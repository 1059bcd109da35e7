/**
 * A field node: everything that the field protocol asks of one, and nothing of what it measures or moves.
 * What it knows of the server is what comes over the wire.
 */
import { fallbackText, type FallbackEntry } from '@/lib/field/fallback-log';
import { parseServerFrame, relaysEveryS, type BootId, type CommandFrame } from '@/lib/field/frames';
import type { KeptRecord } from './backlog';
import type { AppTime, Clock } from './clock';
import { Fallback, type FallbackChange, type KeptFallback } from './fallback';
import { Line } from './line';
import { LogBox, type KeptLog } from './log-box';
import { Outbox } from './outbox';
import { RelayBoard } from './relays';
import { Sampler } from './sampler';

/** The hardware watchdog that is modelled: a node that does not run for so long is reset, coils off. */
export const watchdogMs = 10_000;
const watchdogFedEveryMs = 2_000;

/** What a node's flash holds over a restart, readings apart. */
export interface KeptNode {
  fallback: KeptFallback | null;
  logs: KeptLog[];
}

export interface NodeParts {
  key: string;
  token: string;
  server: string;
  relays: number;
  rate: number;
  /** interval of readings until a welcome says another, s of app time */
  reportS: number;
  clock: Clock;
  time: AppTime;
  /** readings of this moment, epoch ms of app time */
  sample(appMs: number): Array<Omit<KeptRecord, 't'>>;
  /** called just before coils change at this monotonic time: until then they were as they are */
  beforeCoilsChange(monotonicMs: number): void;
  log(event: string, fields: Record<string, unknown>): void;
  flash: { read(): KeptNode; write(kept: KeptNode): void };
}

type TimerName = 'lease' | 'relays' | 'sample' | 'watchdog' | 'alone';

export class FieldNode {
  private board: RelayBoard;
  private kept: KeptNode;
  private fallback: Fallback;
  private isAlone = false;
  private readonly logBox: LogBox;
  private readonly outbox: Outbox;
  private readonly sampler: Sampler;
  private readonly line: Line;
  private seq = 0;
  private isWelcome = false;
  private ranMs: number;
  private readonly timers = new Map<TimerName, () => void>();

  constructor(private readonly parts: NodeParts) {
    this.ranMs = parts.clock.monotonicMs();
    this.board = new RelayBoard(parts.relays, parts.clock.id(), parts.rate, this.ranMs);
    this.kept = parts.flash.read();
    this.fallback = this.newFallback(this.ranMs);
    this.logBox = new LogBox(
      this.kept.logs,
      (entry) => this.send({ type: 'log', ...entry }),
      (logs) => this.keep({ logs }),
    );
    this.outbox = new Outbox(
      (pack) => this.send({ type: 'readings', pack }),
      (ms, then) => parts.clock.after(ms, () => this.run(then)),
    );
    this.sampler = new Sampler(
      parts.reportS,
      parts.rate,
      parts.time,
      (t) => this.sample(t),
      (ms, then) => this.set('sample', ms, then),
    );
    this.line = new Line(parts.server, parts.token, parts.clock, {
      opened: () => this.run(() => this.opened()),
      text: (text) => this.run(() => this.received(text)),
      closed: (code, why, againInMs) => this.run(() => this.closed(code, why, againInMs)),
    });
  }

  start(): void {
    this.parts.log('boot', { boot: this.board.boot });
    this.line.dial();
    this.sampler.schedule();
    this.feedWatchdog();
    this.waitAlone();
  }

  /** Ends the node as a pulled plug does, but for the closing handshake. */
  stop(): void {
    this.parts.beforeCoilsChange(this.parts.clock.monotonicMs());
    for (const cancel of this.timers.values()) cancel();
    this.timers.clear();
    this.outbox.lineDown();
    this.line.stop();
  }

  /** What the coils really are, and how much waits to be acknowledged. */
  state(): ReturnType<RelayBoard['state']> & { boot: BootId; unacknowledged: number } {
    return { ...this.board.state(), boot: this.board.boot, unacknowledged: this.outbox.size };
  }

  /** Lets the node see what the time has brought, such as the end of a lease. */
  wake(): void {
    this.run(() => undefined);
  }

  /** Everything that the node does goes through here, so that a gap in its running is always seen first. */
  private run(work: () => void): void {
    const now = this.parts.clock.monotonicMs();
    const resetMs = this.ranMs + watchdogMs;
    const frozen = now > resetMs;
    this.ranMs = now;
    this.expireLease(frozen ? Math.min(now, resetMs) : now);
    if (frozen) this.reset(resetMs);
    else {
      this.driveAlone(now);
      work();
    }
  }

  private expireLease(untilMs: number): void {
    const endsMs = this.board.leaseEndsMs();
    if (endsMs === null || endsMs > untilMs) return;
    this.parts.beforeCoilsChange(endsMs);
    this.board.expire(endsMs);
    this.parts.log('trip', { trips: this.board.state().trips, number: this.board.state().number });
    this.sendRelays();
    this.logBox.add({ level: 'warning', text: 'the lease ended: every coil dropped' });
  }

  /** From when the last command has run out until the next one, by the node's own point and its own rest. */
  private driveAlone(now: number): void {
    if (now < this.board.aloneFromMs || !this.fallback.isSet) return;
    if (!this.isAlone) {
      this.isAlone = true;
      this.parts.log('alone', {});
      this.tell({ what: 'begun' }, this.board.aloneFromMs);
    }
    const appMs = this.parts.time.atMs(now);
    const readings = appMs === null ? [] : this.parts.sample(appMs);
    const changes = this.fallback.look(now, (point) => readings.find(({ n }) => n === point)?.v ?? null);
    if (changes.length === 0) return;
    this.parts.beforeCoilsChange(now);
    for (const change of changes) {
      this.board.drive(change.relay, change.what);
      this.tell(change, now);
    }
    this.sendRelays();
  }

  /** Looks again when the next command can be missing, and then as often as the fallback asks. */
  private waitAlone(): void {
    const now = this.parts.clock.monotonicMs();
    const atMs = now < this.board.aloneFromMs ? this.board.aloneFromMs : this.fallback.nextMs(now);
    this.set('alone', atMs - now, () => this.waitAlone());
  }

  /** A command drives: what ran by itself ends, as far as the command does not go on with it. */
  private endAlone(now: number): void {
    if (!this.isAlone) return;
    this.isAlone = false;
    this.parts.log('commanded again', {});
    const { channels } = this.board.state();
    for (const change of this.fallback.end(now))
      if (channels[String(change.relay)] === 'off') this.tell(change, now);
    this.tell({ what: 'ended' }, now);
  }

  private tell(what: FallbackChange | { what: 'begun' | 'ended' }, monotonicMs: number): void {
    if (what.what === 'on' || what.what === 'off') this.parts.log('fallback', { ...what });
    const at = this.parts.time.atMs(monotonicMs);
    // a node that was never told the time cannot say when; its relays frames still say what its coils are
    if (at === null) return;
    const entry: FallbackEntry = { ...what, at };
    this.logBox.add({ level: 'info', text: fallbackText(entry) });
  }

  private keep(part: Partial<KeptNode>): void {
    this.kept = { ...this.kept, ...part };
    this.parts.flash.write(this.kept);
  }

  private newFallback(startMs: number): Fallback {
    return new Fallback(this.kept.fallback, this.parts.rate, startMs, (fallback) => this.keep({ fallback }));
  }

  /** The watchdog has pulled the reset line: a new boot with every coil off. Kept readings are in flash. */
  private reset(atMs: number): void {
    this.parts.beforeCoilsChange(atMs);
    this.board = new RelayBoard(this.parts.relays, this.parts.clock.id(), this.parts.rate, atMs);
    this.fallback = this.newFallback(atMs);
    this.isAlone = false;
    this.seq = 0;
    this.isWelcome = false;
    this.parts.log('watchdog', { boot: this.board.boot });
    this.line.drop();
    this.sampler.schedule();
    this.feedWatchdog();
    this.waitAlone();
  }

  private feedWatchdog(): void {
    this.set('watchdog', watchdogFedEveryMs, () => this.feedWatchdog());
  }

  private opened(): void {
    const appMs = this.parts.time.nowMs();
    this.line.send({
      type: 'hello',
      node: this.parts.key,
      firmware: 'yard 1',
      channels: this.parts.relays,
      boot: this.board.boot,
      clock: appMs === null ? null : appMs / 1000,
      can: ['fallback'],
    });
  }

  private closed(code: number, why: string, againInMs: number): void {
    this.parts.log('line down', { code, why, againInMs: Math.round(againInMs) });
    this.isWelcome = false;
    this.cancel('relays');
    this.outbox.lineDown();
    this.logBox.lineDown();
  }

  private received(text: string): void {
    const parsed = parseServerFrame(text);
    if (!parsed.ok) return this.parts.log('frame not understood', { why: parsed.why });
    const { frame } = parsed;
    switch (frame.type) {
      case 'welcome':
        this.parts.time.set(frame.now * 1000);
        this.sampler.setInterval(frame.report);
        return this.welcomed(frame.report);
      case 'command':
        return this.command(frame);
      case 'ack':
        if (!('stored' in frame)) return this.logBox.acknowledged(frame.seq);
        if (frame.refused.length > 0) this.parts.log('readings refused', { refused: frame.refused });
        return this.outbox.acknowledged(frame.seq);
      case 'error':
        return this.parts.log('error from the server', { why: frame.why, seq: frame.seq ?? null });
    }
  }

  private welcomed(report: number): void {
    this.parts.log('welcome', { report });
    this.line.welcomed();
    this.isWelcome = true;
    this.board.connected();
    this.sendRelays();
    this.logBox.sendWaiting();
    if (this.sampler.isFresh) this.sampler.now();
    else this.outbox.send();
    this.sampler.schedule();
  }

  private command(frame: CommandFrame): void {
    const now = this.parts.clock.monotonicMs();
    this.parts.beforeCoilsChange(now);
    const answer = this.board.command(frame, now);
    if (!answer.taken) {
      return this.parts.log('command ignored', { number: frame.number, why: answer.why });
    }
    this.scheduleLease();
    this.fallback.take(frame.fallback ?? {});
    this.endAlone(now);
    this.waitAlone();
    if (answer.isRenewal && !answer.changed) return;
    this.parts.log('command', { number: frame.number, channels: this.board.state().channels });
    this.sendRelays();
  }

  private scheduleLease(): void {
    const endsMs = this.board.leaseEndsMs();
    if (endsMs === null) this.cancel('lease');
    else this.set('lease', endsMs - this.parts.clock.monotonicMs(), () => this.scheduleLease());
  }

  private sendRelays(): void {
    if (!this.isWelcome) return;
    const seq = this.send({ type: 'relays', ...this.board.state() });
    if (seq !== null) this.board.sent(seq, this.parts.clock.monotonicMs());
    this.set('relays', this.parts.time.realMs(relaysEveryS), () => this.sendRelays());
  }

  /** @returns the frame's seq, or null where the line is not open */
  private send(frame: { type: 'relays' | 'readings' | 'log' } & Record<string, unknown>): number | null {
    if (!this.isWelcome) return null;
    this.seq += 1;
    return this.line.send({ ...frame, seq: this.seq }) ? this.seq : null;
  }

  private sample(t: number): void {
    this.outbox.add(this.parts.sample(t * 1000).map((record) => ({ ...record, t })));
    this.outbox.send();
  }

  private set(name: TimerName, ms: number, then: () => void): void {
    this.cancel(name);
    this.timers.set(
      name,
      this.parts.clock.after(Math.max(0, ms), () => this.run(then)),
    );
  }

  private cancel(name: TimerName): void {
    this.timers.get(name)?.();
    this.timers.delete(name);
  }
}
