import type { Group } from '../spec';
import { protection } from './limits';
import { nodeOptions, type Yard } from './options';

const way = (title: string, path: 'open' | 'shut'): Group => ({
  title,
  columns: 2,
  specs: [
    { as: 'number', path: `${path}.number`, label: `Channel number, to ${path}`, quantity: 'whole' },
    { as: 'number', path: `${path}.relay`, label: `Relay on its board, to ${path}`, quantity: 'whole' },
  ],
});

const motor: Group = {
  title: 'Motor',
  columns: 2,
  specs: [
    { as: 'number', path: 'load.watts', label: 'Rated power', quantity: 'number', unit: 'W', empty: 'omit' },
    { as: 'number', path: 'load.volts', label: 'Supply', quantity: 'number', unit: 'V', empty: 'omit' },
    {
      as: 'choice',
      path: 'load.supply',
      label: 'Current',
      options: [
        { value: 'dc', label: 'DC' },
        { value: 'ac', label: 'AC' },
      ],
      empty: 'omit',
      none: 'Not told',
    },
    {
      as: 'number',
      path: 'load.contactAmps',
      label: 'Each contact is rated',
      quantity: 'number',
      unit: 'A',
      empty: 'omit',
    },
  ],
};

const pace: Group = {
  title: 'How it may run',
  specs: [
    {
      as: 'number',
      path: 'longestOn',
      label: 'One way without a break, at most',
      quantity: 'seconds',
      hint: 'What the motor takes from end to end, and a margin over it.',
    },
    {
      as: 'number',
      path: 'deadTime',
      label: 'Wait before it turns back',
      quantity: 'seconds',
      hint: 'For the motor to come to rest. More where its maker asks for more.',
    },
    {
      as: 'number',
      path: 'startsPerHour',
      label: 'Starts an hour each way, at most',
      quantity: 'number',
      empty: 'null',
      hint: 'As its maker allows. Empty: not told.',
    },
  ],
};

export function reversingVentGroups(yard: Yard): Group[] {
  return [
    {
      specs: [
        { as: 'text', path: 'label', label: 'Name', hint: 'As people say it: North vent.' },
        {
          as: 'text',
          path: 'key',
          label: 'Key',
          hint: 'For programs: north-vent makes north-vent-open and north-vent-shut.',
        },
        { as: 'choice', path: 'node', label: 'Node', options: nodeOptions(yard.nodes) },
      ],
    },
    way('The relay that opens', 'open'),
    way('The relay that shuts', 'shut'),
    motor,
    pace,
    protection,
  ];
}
━━━━━━━━━━━━━━━━━━━━━━━━━━━━━━
#### [Task prompt]
Among the records, find all lines that include the string "error" and return them.

#### [Result of this task]
      case 'error':
        return this.parts.log('error from the server', { why: frame.why, seq: frame.seq ?? null });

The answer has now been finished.